##### Provided records #####
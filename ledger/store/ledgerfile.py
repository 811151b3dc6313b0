"""The ledger file: a TinyDB database with a ``meta`` table (schema, craft, first chain link) and an
``entries`` table whose document ids are the entries' sequence numbers.

One write path: ``append_many``. It runs under an exclusive lock on a sidecar lock file, re-reads the
file inside the lock (another process may have appended), numbers the entries itself, links them into
the hash chain and writes through the durable storage. Reads need no lock: the file is only ever
replaced whole. Every read checks the layout (walked once per parsed file) and the chain head recorded
outside the file; a damaged file is never written over, and its error names the newest good backup and
the restore command.
"""
from __future__ import annotations

import os
import threading
from contextlib import contextmanager
from datetime import datetime, timezone
from typing import Any, Iterator, Mapping

from .. import __version__
from ..errors import StoreError
from . import durable
from .chain import GENESIS_PREV, Break, digest, verify_chain
from .head import HeadMismatch, backup_folder, check_heads, head_paths, write_heads
from .migrate import migrate_document
from .sidefiles import real

SCHEMA = 1
META, ENTRIES = "meta", "entries"
LOCK_TIMEOUT_S = 10.0

_LOCKS: dict[str, Any] = {}
_LOCKS_GUARD = threading.Lock()
_LAID_OUT: dict[str, Any] = {}
"""path -> the entries table (a parsed object, held) whose layout was last checked: a re-read of an
unchanged file, served from the storage's cache, is the same object and is not walked again."""


def lock_for(path: str):
    """The one lock object per ledger in this process (re-entrant; flock, freed by the kernel on death)."""
    key = real(path) + ".lock"
    with _LOCKS_GUARD:
        if key not in _LOCKS:
            from filelock import FileLock  # noqa: PLC0415 - reads take no lock: keep it off their path

            _LOCKS[key] = FileLock(key, mode=0o600)
        return _LOCKS[key]


def forget(path: str) -> None:
    """Drop this process's cached parse of the ledger at ``path``: a reader of many ledgers (the fleet)
    keeps one parsed file in memory at a time instead of every one it has read."""
    p = real(path)
    durable._CACHE.pop(p, None)
    _LAID_OUT.pop(p, None)


def utc_stamp() -> str:
    return datetime.now(timezone.utc).strftime("%Y-%m-%dT%H:%M:%S.%fZ")


def prepare_writes() -> None:
    """Import what a write needs and a read does not (a program that will write can do this early)."""
    import socket  # noqa: F401, PLC0415

    import filelock  # noqa: F401, PLC0415

    from . import tinystore  # noqa: F401, PLC0415


class Damaged(StoreError):
    """The file at the ledger path cannot be used as it is; restoring a backup is the remedy."""


def check_layout(doc: Mapping[str, Any], path: str) -> None:
    """Raise Damaged unless ``doc`` has the ledger's layout (StoreError if a newer schema wrote it)."""
    meta_table, table = doc.get(META), doc.get(ENTRIES)
    if not isinstance(meta_table, dict) or "1" not in meta_table or not isinstance(table, dict):
        raise Damaged(f"{path}: not a propledger ledger (no craft definition or entries table)")
    meta = meta_table["1"]
    if not isinstance(meta, dict) or not isinstance(meta.get("craft"), dict) or not isinstance(meta.get("hash"), str):
        raise Damaged(f"{path}: not a propledger ledger (craft definition record malformed)")
    schema = meta.get("schema")
    if not isinstance(schema, int) or isinstance(schema, bool):
        raise Damaged(f"{path}: not a propledger ledger (schema version missing or not a number)")
    if schema > SCHEMA:
        raise StoreError(f"{path}: written by a newer propledger (schema {schema}, this one reads up to "
                         f"{SCHEMA}); upgrade propledger to open it; nothing was changed")
    if _well_numbered(table):
        return
    for key, rec in table.items():
        if not (key.isascii() and key.isdigit() and key[0] != "0"):
            raise Damaged(f"{path}: entry id {key[:20]!r} is not a sequence number")
        if not isinstance(rec, dict) or rec.get("seq") != int(key) or not isinstance(rec.get("hash"), str):
            raise Damaged(f"{path}: entry {key} is malformed (not a record with its own sequence number and hash)")
        if not isinstance(rec.get("data", _EMPTY), dict) or not isinstance(rec.get("kind"), str):
            raise Damaged(f"{path}: integrity: entry {key} is malformed (its kind is not text or its data is not "
                          "an object), even if its hashes link; it was not written by propledger")


_EMPTY: dict[str, Any] = {}
_LAST_ORDER: list[Any] = [None, -1, False]
"""[table, its size, whether its keys are "1".."N" in order] for the last table asked about (one slot: it
holds the table, and a console left open must not keep old copies of a large ledger alive). A read asks
for the same table three times (layout, head, records), an append for the old table then the new one."""


def in_order(table: Mapping[str, Any]) -> bool:
    """Are the table's keys "1".."N" in that order (as every append writes them)?"""
    last, size, ok = _LAST_ORDER
    if last is table and size == len(table):
        return ok
    ok = list(table) == [str(i) for i in range(1, len(table) + 1)]
    _remember_order(table, ok)
    return ok


def _remember_order(table: Mapping[str, Any], ok: bool) -> None:
    _LAST_ORDER[:] = [table, len(table), ok]


def _well_numbered(table: Mapping[str, Any]) -> bool:
    """The common case in one pass: keys "1".."N" in order, each a record carrying that seq and a hash.
    When it fails, the full loop in ``check_layout`` finds and names the first bad entry."""
    if not in_order(table):
        return False
    try:
        return all(type(rec) is dict and rec["seq"] == i and type(rec["hash"]) is str
                   and type(rec.get("data", _EMPTY)) is dict and type(rec.get("kind")) is str
                   for i, rec in enumerate(table.values(), 1))
    except (KeyError, TypeError):
        return False


def head_of(doc: Mapping[str, Any]) -> tuple[int, str]:
    """(sequence, hash) of the last link of the chain."""
    table = doc[ENTRIES]
    if not table:
        return 0, doc[META]["1"]["hash"]
    last = table[next(reversed(table))] if in_order(table) else table[str(max(map(int, table)))]
    return int(last["seq"]), str(last["hash"])


def ordered(doc: Mapping[str, Any]) -> list[dict[str, Any]]:
    table = doc[ENTRIES]
    if in_order(table):
        return list(table.values())
    return [table[k] for k in sorted(table, key=int)]
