"""The rate-model step of a campaign: read descriptors and measured rates, choose terms,
split, fit and validate an :class:`~redoxfront.statistics.regression.OLSModel`, predict every
candidate with a 95 % prediction interval and its applicability domain, save the model
(JSON) and the figures.

Reads ``results/descriptors.csv`` and the rates file; writes ``results/model.json``,
``results/predictions.csv`` and ``results/figures/``. The statistics and their
references are in :mod:`redoxfront.statistics.regression`.
"""

from __future__ import annotations

from dataclasses import dataclass
from dataclasses import field as dc_field
from pathlib import Path
from typing import TYPE_CHECKING, Any

import numpy as np
import pandas as pd

from redoxfront import columns
from redoxfront.campaign import bounded, choice
from redoxfront.errors import DataError
from redoxfront.csv_tables import write_csv
from redoxfront.outputs import read_table
from redoxfront.statistics.regression import OLSModel
from redoxfront.units import STANDARD_TEMPERATURE_K

if TYPE_CHECKING:
    from redoxfront.statistics.rate_sources import RateSources

STERIC_PREFIXES: tuple[str, ...] = (
    "sterimol_b1", "sterimol_b5", "sterimol_l", "sterimol", "buried_volume_percent",
    "ring_plane_clearance",
)
"""Column-name prefixes searched, in order, for the default steric term."""
POTENTIAL_TERM = "potential"


@dataclass(frozen=True)
class ModelSettings:
    """Campaign section ``[model]``.

    terms : model terms; "potential" means the calibrated potential if available,
        else the raw one. Empty: "potential" plus the first steric column found.
    search : rank every subset of 1..max_terms descriptors by LOO Q2 and use the best.
    pool / exclude : descriptor columns searched (empty pool: every numeric
        descriptor column) and columns left out of it.
    search_scrambled : whole searches repeated on scrambled targets (chance baseline).
    n_permutations : y-randomisation rounds for the fitted model (>= 100).
    split : 'auto' (the rates file's ``set`` column if present, else none), 'none',
        'marked' (the ``set`` column), or 'kennard-stone' (test_fraction held out).
    temperature_k : temperature for ddG‡ in kcal/mol.
    rate_order : 1 (k in 1/h) or 2 (k in L/(mol h)).
    rates : measured-rates file; default [inputs] measured_rates. Rates fitted by the fade
        step (results/rates.csv) train the model as well; a candidate with both uses the
        measured value (see :mod:`redoxfront.statistics.rate_sources`).
    """

    terms: tuple[str, ...] = ()
    search: bool = False
    max_terms: int = dc_field(default=2, metadata=bounded(1, 3))
    pool: tuple[str, ...] = ()
    exclude: tuple[str, ...] = ()
    search_scrambled: int = dc_field(default=20, metadata=bounded(0, 1000))
    n_permutations: int = dc_field(default=200, metadata=bounded(100, 100000))
    seed: int = dc_field(default=20261201, metadata=bounded(0, 2**31 - 1))
    kfold: int = dc_field(default=5, metadata=bounded(2, 1000))
    split: str = dc_field(default="auto", metadata=choice("auto", "none", "marked", "kennard-stone"))
    test_fraction: float = dc_field(default=0.2, metadata=bounded(0.05, 0.5))
    temperature_k: float = dc_field(default=STANDARD_TEMPERATURE_K, metadata=bounded(1.0, 1000.0))
    rate_order: int = dc_field(default=1, metadata=choice(1, 2))
    rates: str | None = None


@dataclass(frozen=True)
class FitReport:
    """Result of :func:`fit_campaign`: the model, its validation and where files went."""

    terms: tuple[str, ...]
    target: str
    coefficients: pd.DataFrame
    statistics: dict[str, Any]
    external: dict[str, Any] | None
    search: dict[str, Any] | None
    n_train: int
    n_test: int
    n_extrapolating: int
    model_path: Path
    predictions_path: Path
    figures: tuple[Path, ...]
    notes: tuple[str, ...]
    rate_sources: dict[str, int] = dc_field(default_factory=dict)
    """Candidates whose rate trained or tested the model, per source ('measured', 'fitted')."""
    rate_overrides: tuple[int, int] = (0, 0)
    """Fitted rates set aside for a measured one, and how many of those disagree with it."""

    def text(self) -> str:
        """A short plain-text summary for the terminal."""
        s = self.statistics
        lines = [n for n in self.notes if n.startswith("WARNING:")]  # first, where nobody misses them
        lines.append(f"{self.target} = fitted on {self.n_train} rows, terms: {', '.join(self.terms)}")
        if self.rate_sources:
            lines.append("rates: " + ", ".join(f"{k} {v}" for k, v in self.rate_sources.items()))
        lines.append(self.coefficients.to_string(index=False, float_format=lambda v: f"{v:.4g}"))
        lines.append(
            f"R2 {s['r2']:.3f}  adj R2 {s['adj_r2']:.3f}  RMSE {s['rmse']:.3f}  "
            f"Q2(LOO) {s['q2_loo']:.3f}  Q2({s['kfold']}-fold) {s['q2_kfold']:.3f}"
            if s.get("q2_loo") is not None and s.get("q2_kfold") is not None
            else f"R2 {s['r2']:.3f}  (Q2 undefined: a row has leverage 1)"
        )
        if "y_randomisation" in s:
            yr = s["y_randomisation"]
            lines.append(
                f"y-randomisation ({yr['n_permutations']}): scrambled Q2 mean {yr['q2_mean']:.3f}, "
                f"max {yr['q2_max']:.3f}, p = {yr['p_value_q2']:.3g}"
            )
        if self.external:
            e = self.external
            lines.append(f"external test ({e['n_test']} rows): Q2_ext {e['q2_ext_f1']:.3f}, RMSE {e['rmse_test']:.3f}")
        if self.search:
            lines.append(self.search["warning"])
        lines.append(f"{self.n_extrapolating} candidate(s) outside the applicability domain (extrapolating)")
        lines += [f"note: {n}" for n in self.notes if not n.startswith("WARNING:")]
        lines.append(f"model: {self.model_path}  predictions: {self.predictions_path}")
        return "\n".join(lines)


def _non_descriptor(col: str) -> bool:
    fixed = {
        columns.ID, columns.STATUS, columns.N_ELECTRONS, columns.MOLAR_MASS, columns.SOLUBILITY,
        columns.MEASURED, columns.RATE_ORDER, columns.LEVERAGE, columns.LEVERAGE_THRESHOLD,
        columns.STANDARDISED_RESIDUAL, "set", "class",
    }
    return col in fixed or col.startswith(("potential", "log10_k", "calibration")) or columns.is_bookkeeping(col)


def _rate_sources(campaign: Any, st: "ModelSettings", target: str) -> "RateSources":
    """The rates that train the model: measured file and fitted rates (results/rates.csv) both,
    the measured value winning for a candidate with both (see :mod:`rate_sources`)."""
    from redoxfront.statistics.rate_sources import collect_rates

    fitted = campaign.results_dir / "rates.csv"
    measured_rel = st.rates or campaign.inputs.measured_rates
    measured = campaign.path(measured_rel, "[model] rates / [inputs] measured_rates") if measured_rel else None
    if measured is not None and measured.resolve() == fitted.resolve():
        measured = None
    return collect_rates(measured, fitted, target)


def _resolve_potential(campaign: Any, table: pd.DataFrame) -> tuple[pd.DataFrame, str, list[str]]:
    from redoxfront.campaign import section_from_mapping as sfm
    from redoxfront.statistics.calibration import (
        CalibrationSettings,
        calibrate_table,
        read_measured_potentials,
    )

    ref = campaign.compute.reference
    cal = columns.potential_calibrated(ref)
    raw = columns.potential_uncalibrated(ref)
    if cal in table.columns and pd.to_numeric(table[cal], errors="coerce").notna().any():
        return table, cal, []
    if campaign.inputs.measured_potentials:
        measured, notes = read_measured_potentials(
            campaign.path(campaign.inputs.measured_potentials, "[inputs] measured_potentials"), ref,
            campaign.compute.solvent,
            (campaign.compute.user_reference_name, campaign.compute.user_reference_v_vs_fc))
        settings = sfm(CalibrationSettings, campaign.section("calibration"), "calibration")
        calibrated, report = calibrate_table(table, measured, ref, settings)
        if pd.to_numeric(calibrated[cal], errors="coerce").notna().any():
            return calibrated, cal, notes + ["potentials calibrated on the fly (run the calibrate command to store them)"]
        # too few measured potentials for a line: go on with the uncalibrated potential
        notes += list(report.notes) + ["no calibration possible: the model uses the uncalibrated potential"]
        if raw not in table.columns:
            raise DataError(f"descriptor table has no '{raw}' column; run the compute step first")
        return table, raw, notes
    if raw not in table.columns:
        raise DataError(f"descriptor table has no '{raw}' column; run the compute step first")
    return table, raw, ["no measured potentials: the model uses the uncalibrated potential"]
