def rank_campaign(campaign: "Campaign", *, progress: bool = True,
                  timings: dict[str, float] | None = None,
                  drawer: "PreparedChild | None" = None) -> pd.DataFrame:
    """Rank a campaign's candidates: reads results/predictions.csv, writes
    results/ranking.csv, results/picks.csv, results/ranking_summary.json and the figures
    under results/figures/; returns the ranked table.

    ``timings``: when given, filled with the wall time of each phase in seconds (reading,
    cell metrics, ranking, writing tables, figures), in the order they ran.
    ``drawer``: a :class:`~redoxfront.processes.PreparedChild` forked early that has imported
    :data:`FIGURE_MODULES`; it draws the figures while this process writes the tables. Without
    one the figures are drawn here (and a large table is written by a forked process meanwhile).
    """
    clock = _PhaseClock(timings)

    from redoxfront.campaign import aqueous_settings, section_from_mapping
    from redoxfront.errors import InputError
    from redoxfront.ranking.cell_metrics import CellSettings, cell_metrics, truthy
    from redoxfront.ranking.symmetric_cell import symmetric_cell_metrics

    cell_settings = section_from_mapping(CellSettings, campaign.section("cell"), "cell")
    aqueous = aqueous_settings(campaign)
    if aqueous is not None:  # one pH for the whole campaign: [aqueous] ph
        given = campaign.section("cell").get("ph")
        if given is not None and float(given) != aqueous.ph:
            raise SettingsError(
                f"[cell] ph = {given} differs from [aqueous] ph = {aqueous.ph}: the campaign has one pH; "
                "remove [cell] ph (an aqueous campaign takes it from [aqueous])")
        cell_settings = dataclasses.replace(cell_settings, ph=aqueous.ph)
    settings = ranking_settings(campaign)
    src = campaign.results_dir / "predictions.csv"
    if not src.exists():
        if "half_life" in settings.objectives:
            raise InputError("no predictions yet; run the rate-model step first to write it, or rank on "
                             "objectives without half_life", source=str(src))
        src = campaign.results_dir / "descriptors.csv"  # no rate model needed for these objectives
        if not src.exists():
            raise InputError("no descriptor table yet; run the compute step first", source=str(src))
    step = "fit" if src.name == "predictions.csv" else "compute"
    table = read_table(src, remedy=f"regenerate it with `redoxfront {step} {campaign.folder}`", required=[col.ID])
    table[col.ID] = table[col.ID].astype(str)
    desc_path = campaign.results_dir / "descriptors.csv"
    if desc_path.exists() and src != desc_path:  # potentials, role, charge count, molar mass live there
        header = read_header(desc_path, remedy=f"regenerate it with `redoxfront compute {campaign.folder}`")
        extra = [c for c in header if c not in table.columns]
        if col.ID in header and extra:  # only what predictions.csv lacks is read (it usually carries all)
            desc = read_table(desc_path, remedy=f"regenerate it with `redoxfront compute {campaign.folder}`",
                              columns=[col.ID, *extra])
            desc[col.ID] = desc[col.ID].astype(str)
            table = table.merge(desc.drop_duplicates(col.ID), on=col.ID, how="left")
    clock.lap("reading the tables")
    flag = truthy(table[col.MEASURED]) if col.MEASURED in table.columns else pd.Series(False, index=table.index)
    for target in (col.LOG10_K_FIRST, col.LOG10_K_SECOND):  # measured rates the model step carried
        if target in table.columns:
            flag |= pd.to_numeric(table[target], errors="coerce").notna()
    if campaign.inputs.measured_rates:
        rates_path = campaign.path(campaign.inputs.measured_rates, "[inputs] measured_rates")
        if rates_path.exists():
            rates = read_table(rates_path, remedy="fix the file or [inputs] measured_rates")
            if col.ID in rates.columns:
                flag |= table[col.ID].isin(set(rates[col.ID].astype(str)))
    # read_csv and merge leave one block per column; consolidate once before adding columns
    table = table.copy()
    table[col.MEASURED] = flag.to_numpy(bool)
    if cell_settings.counter == "best-partner":
        roles = table[col.ROLE].astype(str).str.strip().str.lower() if col.ROLE in table.columns \
            else pd.Series(campaign.compute.role, index=table.index)
        present = set(roles) & {"anolyte", "catholyte"}
        if len(present) == 1 and "bipolar" not in set(roles):  # bipolar rows make their own cells
            only = present.pop()
            other = "catholyte" if only == "anolyte" else "anolyte"
            raise SettingsError(
                f"[cell] counter = 'best-partner' pairs each candidate with one of the other role, but "
                f"every candidate is a{'n' if only == 'anolyte' else ''} {only} (no {other} to pair with), so "
                "nothing can be ranked; set [cell] counter = 'potential' and counter_potential_v "
                "(V vs the campaign reference) for the counter electrode, or add candidates with "
                f"role = '{other}'"
            )
    metrics = cell_metrics(
        table, cell_settings, campaign.compute.reference,
        default_role=campaign.compute.role, default_n_electrons=campaign.compute.n_electrons,
        solvent=campaign.compute.solvent, user_reference_v_vs_fc=campaign.compute.user_reference_v_vs_fc,
    )
    window = metrics.attrs.get("window")
    metrics = symmetric_cell_metrics(metrics, cell_settings, campaign.compute.reference)
    clock.lap("cell metrics")
    result = rank_table(metrics, settings, progress=progress)
    clock.lap("ranking (fronts, probability, picks)")
    out_dir = campaign.results_dir
    out_dir.mkdir(parents=True, exist_ok=True)
    figures = _figure_jobs(campaign, result, cell_settings, aqueous, out_dir / "figures")
    tables = [(result.table, out_dir / "ranking.csv"), (result.picks, out_dir / "picks.csv")]
    if drawer is not None:  # the prepared process draws while this one writes
        wait_for_figures = drawer.start(figures, "drawing the figures")
        try:
            for table, path in tables:
                write_csv(table, path)
            clock.lap("writing ranking.csv and picks.csv")
            _write_summary(campaign, result, cell_settings, settings, aqueous, window, out_dir)
            clock.lap("summary")
        finally:
            wait_for_figures()
            clock.lap("figures (the rest, after the tables)")
        return result.table
    # a large table is written by a second process while this one draws the figures
    wait_for_tables = start_csv_writes(tables)
    try:
        _write_summary(campaign, result, cell_settings, settings, aqueous, window, out_dir)
        clock.lap("summary")
        for group in figures:
            for job in group:
                job()
        clock.lap("figures")
    finally:
        wait_for_tables()
        clock.lap("writing ranking.csv and picks.csv (the rest, after the figures)")
    return result.table
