def window_words(summary: Mapping[str, Any], r: str) -> str:
    """The electrolyte window the ranking checked potentials against, and how many fell outside."""
    window = summary.get("electrochemical_window")
    if not window:
        return "not checked (no window known for this solvent; set [cell] window_low_v and window_high_v)"
    n_out = summary.get("n_outside_window")
    text = (f"{F.fixed(window.get('low_v'), 2)} to {F.fixed(window.get('high_v'), 2)} V vs {r} "
            f"({window.get('source', '')}); approximate: it depends on electrode, salt and water content")
    if n_out:
        text += f"; {n_out} candidate(s) flagged as (possibly) outside it"
    return text


def why_no_picks(campaign: Campaign, ranked: bool, res: Path) -> str:
    """Why there are no pick cards, in words that say what to do."""
    if ranked:
        return "The ranking ran, but no candidate could be ranked (see the table for the reasons)."
    if not (res / "descriptors.csv").exists():
        return "Nothing computed yet: run the compute step (redoxfront run)."
    from redoxfront.ranking.step import ranking_objectives

    if "half_life" in ranking_objectives(campaign):
        return ("No ranking: the objectives include half-life, which needs measured rates or cycling files for "
                "the rate model. Add them, or rank a first screen on cell voltage and molar mass "
                "([ranking] objectives = [\"cell_voltage\", \"molar_mass\"]).")
    return "No ranking yet: run the rank step."


def summary_paragraphs(desc: pd.DataFrame | None, table: Mapping[str, Any], cards: list[dict[str, Any]],
                       card_basis: str, models: Mapping[str, Any], summary: Mapping[str, Any],
                       ranked: bool, campaign: Campaign,
                       first_pass: Mapping[str, Any] | None = None) -> list[str]:
    """The summary, written from the results: counts, what the model learnt from, the
    top picks in a sentence each, and what not to over-read. ``first_pass``: the funnel's
    section (:mod:`redoxfront.report.first_pass`) when it ran: the counts then say both tiers."""
    out = []
    n_all = 0 if desc is None else len(desc)
    n_ok = int(desc[C.STATUS].astype(str).eq("ok").sum()) if desc is not None and C.STATUS in desc else 0
    rejected = len(table.get("problems", []))
    if first_pass:
        first = (f"{first_pass['n_candidates'] + rejected} candidate rows read; {first_pass['n_fast_ok']} got the "
                 f"fast tier (first pass); {first_pass['n_full']} went on to the full tier, of which {n_ok} computed"
                 + (f", {n_all - n_ok} failed" if n_all - n_ok else "")
                 + (f"; {rejected} rejected at input" if rejected else "")
                 + f". The other {first_pass['n_left_out']} have only a fast tier estimate and are not ranked "
                 "(see First pass); every number below is from the full tier unless it says otherwise.")
    else:
        first = (f"{n_all + rejected} candidate rows read; {n_ok} computed"
                 + (f", {n_all - n_ok} failed" if n_all - n_ok else "")
                 + (f", {rejected} rejected at input" if rejected else "") + ".")
    cal = models.get("calibration")
    if cal:
        first += (f" Potentials calibrated against {cal['n_measured']} measured potentials "
                  f"(leave-one-out mean error {cal['lines'][0]['loo_mae']} V).")
    else:
        first += (" Potentials are uncalibrated (no measured potentials): on published couples their errors "
                  "reach -0.6 to +0.8 V (oxidations) and -0.4 to +0.4 V (reductions).")
    model = models.get("model")
    if model:
        stats = {s["label"]: s["value"] for s in model["stats"]}
        first += (f" The decomposition-rate model was trained on {stats.get('training rates', '?')} rates"
                  f" ({model.get('rate_sources', 'sources not recorded')}; "
                  f"R² {stats.get('R²', '?')}, Q² leave-one-out {stats.get('Q² (leave-one-out)', '?')}"
                  + (f", y-randomisation p {stats['y-randomisation p (Q²)']}" if "y-randomisation p (Q²)" in stats else "")
                  + ").")
    else:
        first += " No rate model yet (no measured rates or cycling files), so no half-lives."
    out.append(first)
    if ranked:
        objs = ", ".join(OBJECTIVE_WORDS.get(o, o) for o in summary.get("objectives", []))
        second = (f"{summary.get('n_ranked', 0)} candidates ranked on {objs}; {summary.get('n_first_front', 0)} "
                  f"lie on the first front.")
        if cards:
            second += (" Suggested next to make: " if card_basis == "picks" else
                       " Every ranked candidate is measured; the first front, most probable first: ")
            second += " ".join(f"({k + 1}) {c['sentence']}." for k, c in enumerate(cards[:3])) + " Brackets hold 95 % intervals."
        out.append(second)
    cautions = []
    rows = table.get("rows", [])
    n_extra = sum(any(b["text"].startswith("rate model extrapolates") for b in r["badges"]) for r in rows)
    n_raw = sum(any(b["text"].startswith("uncalibrated") for b in r["badges"]) for r in rows)
    n_out = sum(any(b["text"] == "outside calibration range" for b in r["badges"]) for r in rows)
    if n_extra:
        cautions.append(f"{n_extra} candidate(s) lie outside the rate model's domain: their half-lives are extrapolations")
    if n_out:
        cautions.append(f"{n_out} candidate(s) have computed potentials outside the calibration range")
    if n_raw:
        cautions.append(f"{n_raw} candidate(s) use uncalibrated potentials (errors of several tenths of a volt: "
                        "see their wide intervals)")
    if cautions:
        out.append("Do not over-read: " + "; ".join(cautions) + ". These are marked in every figure and table.")
    return out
#####
> **Exercise prompt**
Where a line of the entries contains the word "computed", copy that line.

> **Solved exercise**
        return "Nothing computed yet: run the compute step (redoxfront run)."
                 f"fast tier (first pass); {first_pass['n_full']} went on to the full tier, of which {n_ok} computed"
        first = (f"{n_all + rejected} candidate rows read; {n_ok} computed"
        cautions.append(f"{n_out} candidate(s) have computed potentials outside the calibration range")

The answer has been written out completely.